Entire male, Bradley, Huddersfield

Willing to keep for a few days in case owners turn up but what could I keep him in? I don't have anything bigger than a large cat carrier.

Liz


----------



## lizward (Feb 29, 2008)

Could someone tell me what colour he is please?









Liz


----------



## Jekkarat005 (Jul 18, 2011)

lizward said:


> Could someone tell me what colour he is please?
> 
> View attachment 71810
> 
> ...


I'm not sure, (from the pic) I'd say he's sable. A large cat carrier should be ok for temp sleeping arrangements, just give him a little time out to run around if you can. I'd put up posters, I'm pretty sure someone must be looking for this little guy.
Any idea what plans are if the owner doesn't turn up? I'm not sure about ferret rescues in Huddersfield, but if you can't keep him you should try to find someone who will take him in.


----------



## lizward (Feb 29, 2008)

Well, on further reflection she (yes I got the gender wrong, it's a girl and she's in season) seems to be polecat coloured, apart from her face. We have advertised her in the lost and found section of the local paper and in the local post office. I suspect my husband is going to want to keep her if the owners don't turn up.

Liz


----------



## FourFerrets (Oct 10, 2009)

Ferrethelp may be good people to contact.
Ferret Help
Just a general pointer. It may be a good idea to not put a picture up. Then if someone gets in touch with you and can describe the ferret or it's markings without having seen the pic then you know it's likely to be theirs, not just a chancer.


----------



## Tapir (Mar 20, 2010)

she appears to be a polecat mitt. You may been to get her jill jabbed to bring her out of season, it can be dangerous for them.


----------



## lizward (Feb 29, 2008)

I have contacted ferret help, thanks. I read about the thing with their seasons, astonishing!

Liz


----------



## DKDREAM (Sep 15, 2008)

id class her as a coloured ferret but most people will say Polecat.

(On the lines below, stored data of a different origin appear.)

/* twinhorizon: linear stability of sonic horizon pairs in Bose-Einstein condensates
 * SPDX-License-Identifier: GPL-3.0-or-later
 *
 * Shape barriers: the exact flow through two repulsive delta barriers gap apart. Goes in: values of
 * the keys. Comes out: a flow of three pieces. May call: flow, shapes (rules), status.
 *
 * In units of the upstream state (n = c = 1, v = m): the potential is 0 on both sides of a barrier,
 * so that the density n_d between them has the same flux and m^2/2 + 1 = m^2/(2 n^2) + n as the
 * upstream one. Besides n = 1 this has the root n_d = (m^2/4)(1 + q), q = sqrt(1 + 8/m^2), and
 * m^2 < n_d < m^{2/3}: supersonic for every m < 1. Outside, a grey soliton that has been cut off:
 * n = m^2 + (1 - m^2) T^2, T = tanh(sqrt(1 - m^2) s + a), s the distance from the barrier. n = n_d
 * at s = 0 asks for T0^2 = 2/(3 + q). T0 = tanh a > 0 lets n rise monotonically to 1: the kink of
 * sqrt n points down and the barrier is repulsive, Z delta(x) with
 *   2 Z = jump of (sqrt n)'/sqrt n, so that Z = (1 - m^2)^{3/2} T0 (1 - T0^2)/(2 n_d).
 * (T0 < 0 would make a dip before the kink and an attractive delta.) th_flow_potential gives the
 * regular part only, which is 0 everywhere. The horizons lie outside the barriers, n = m^{2/3}.
 *
 * Fluctuations need no condition at the barriers beyond the usual one, that eta, n eta', phi and
 * n phi' are continuous: psi = sqrt(n) e^{i theta} (1 + eta/2 + i phi) has the kink in sqrt(n), the
 * delta cancels with it, and neither n' nor V is left in the equations.
 *
 * Symbols: m Mach number, N and c_u upstream density and sound speed, kappa = sqrt(1 - m^2) c_u
 * inverse soliton width, a = atanh(T0), T = tanh(kappa s + a), S = sech^2(kappa s + a).
 * To add a shape see shapes.c. Proved by tests/test_barriers.c. */
#include "shapes.h"

#include <math.h>

enum { SOUND_UPSTREAM, MACH, GAP, KEYS };

typedef struct {
    double density, c_u, m;
    double half;   /* of the distance between the barriers */
    double rise;   /* 1 - m^2 */
    double kappa;  /* inverse width of the soliton */
    double a;      /* its argument at the barrier */
    double inside; /* n_d, in units of the upstream density */
} barriers;

static void eval(const void *ctx, int piece, double x, th_flow_point *point)
{
    const barriers *b = ctx;
    double side = piece < 1 ? -1 : 1; /* of the pocket */
    double s = fmax(0, side * x - b->half);
    double y = b->kappa * s + b->a, e = exp(-2 * y), t = tanh(y);
    double sech2 = 4 * e / ((1 + e) * (1 + e)), r = b->inside; /* r = n/N */

    if (piece != 1) /* of two equal forms the one that cancels less */
        r = t * t > 0.5 ? 1 - b->rise * sech2 : b->m * b->m + b->rise * t * t;
    *point = (th_flow_point){.n = b->density * r, .v = b->m * b->c_u / r, .c = b->c_u * sqrt(r)};
    if (piece == 1)
        return;
    /* T' = kappa S, S' = -2 kappa S T */
    point->dn = side * b->density * b->rise * 2 * b->kappa * t * sech2;
    point->ddn = b->density * b->rise * 2 * b->kappa * b->kappa * sech2 * (sech2 - 2 * t * t);
    point->dv = -point->v * point->dn / point->n;
    point->dc = point->c * point->dn / (2 * point->n);
}

static th_status build(const th_flow_setup *setup, th_flow **out, th_error *err)
{
    const double *value = setup->value;
    const th_ends *ends = &setup->ends;
    static const bool uniform[3] = {false, true, false};
    double m = value[MACH], c_u = value[SOUND_UPSTREAM], rise = (1 - m) * (1 + m);
    double kappa = sqrt(rise) * c_u, half = value[GAP] / 2;
    double q = sqrt(1 + 8 / (m * m)), t0 = sqrt(2 / (3 + q)), a = atanh(t0), reach;
    double edge[4];
    /* The zeros of n nearest to the barrier are at kappa s = -a +- i asin(m). */
    double width = hypot(a, asin(m)) / kappa;
    th_feature feature[2] = {{.x = -half, .width = width}, {.x = half, .width = width}};
    th_flow_spec spec = {.eval = eval,
                         .pieces = 3,
                         .edge = edge,
                         .uniform = uniform,
                         .features = 2,
                         .feature = feature};
    barriers *b = NULL;
    th_status st;

    if (ends->kind == TH_ENDS_RING)
        return th_fail_key(err, TH_EINVAL, "kind",
                           "shape barriers cannot close on a ring: its solitons need open ends or "
                           "walls");
    b = th_take(setup->workspace, 1, sizeof *b);
    if (b == NULL)
        return th_fail(err, TH_ENOMEM, "shape barriers: its parameters");
    *b = (barriers){.density = setup->density,
                    .c_u = c_u,
                    .m = m,
                    .half = half,
                    .rise = rise,
                    .kappa = kappa,
                    .a = a,
                    .inside = m * m * (1 + q) / 4};
    reach = th_tail_reach(4 * rise * exp(-2 * a), 1 / kappa, c_u);
    edge[0] = -half - reach;
    edge[1] = -half;
    edge[2] = half;
    edge[3] = half + reach;
    spec.ctx = b;
    st = th_shape_flow(setup, &spec, out, err);
    if (st != TH_OK)
        th_give(setup->workspace, b);
    return st;
}

const th_shape th_shape_barriers = {
    .name = "barriers",
    .doc = "exact flow through two repulsive delta barriers: a supersonic stretch between them, "
           "cut grey solitons outside",
    .keys = KEYS,
    .key = {[SOUND_UPSTREAM] = {.key = "sound_upstream",
                                .dimension = TH_DIM_SPEED,
                                .below = HUGE_VAL,
                                .fallback = 1,
                                .si_only = true,
                                .doc = "sound speed upstream; 1 in a reduced case"},
            [MACH] = {.key = "mach",
                      .dimension = TH_DIM_NUMBER,
                      .below = 1,
                      .doc = "upstream Mach number"},
            [GAP] = {.key = "gap",
                     .dimension = TH_DIM_LENGTH,
                     .below = HUGE_VAL,
                     .doc = "distance between the barriers"}},
    .build = build,
};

Like others have said a cat box will be fine, just let her run about once twice a day to stretch her legs


----------



## lizward (Feb 29, 2008)

She has gone home now to the houseboat where she lives 

Liz


----------



## FourFerrets (Oct 10, 2009)

Glad she has found her way home again 
Did you enjoy your ferret experience?


----------



## lizward (Feb 29, 2008)

Yes I did, but I won't be tempted 

Liz


----------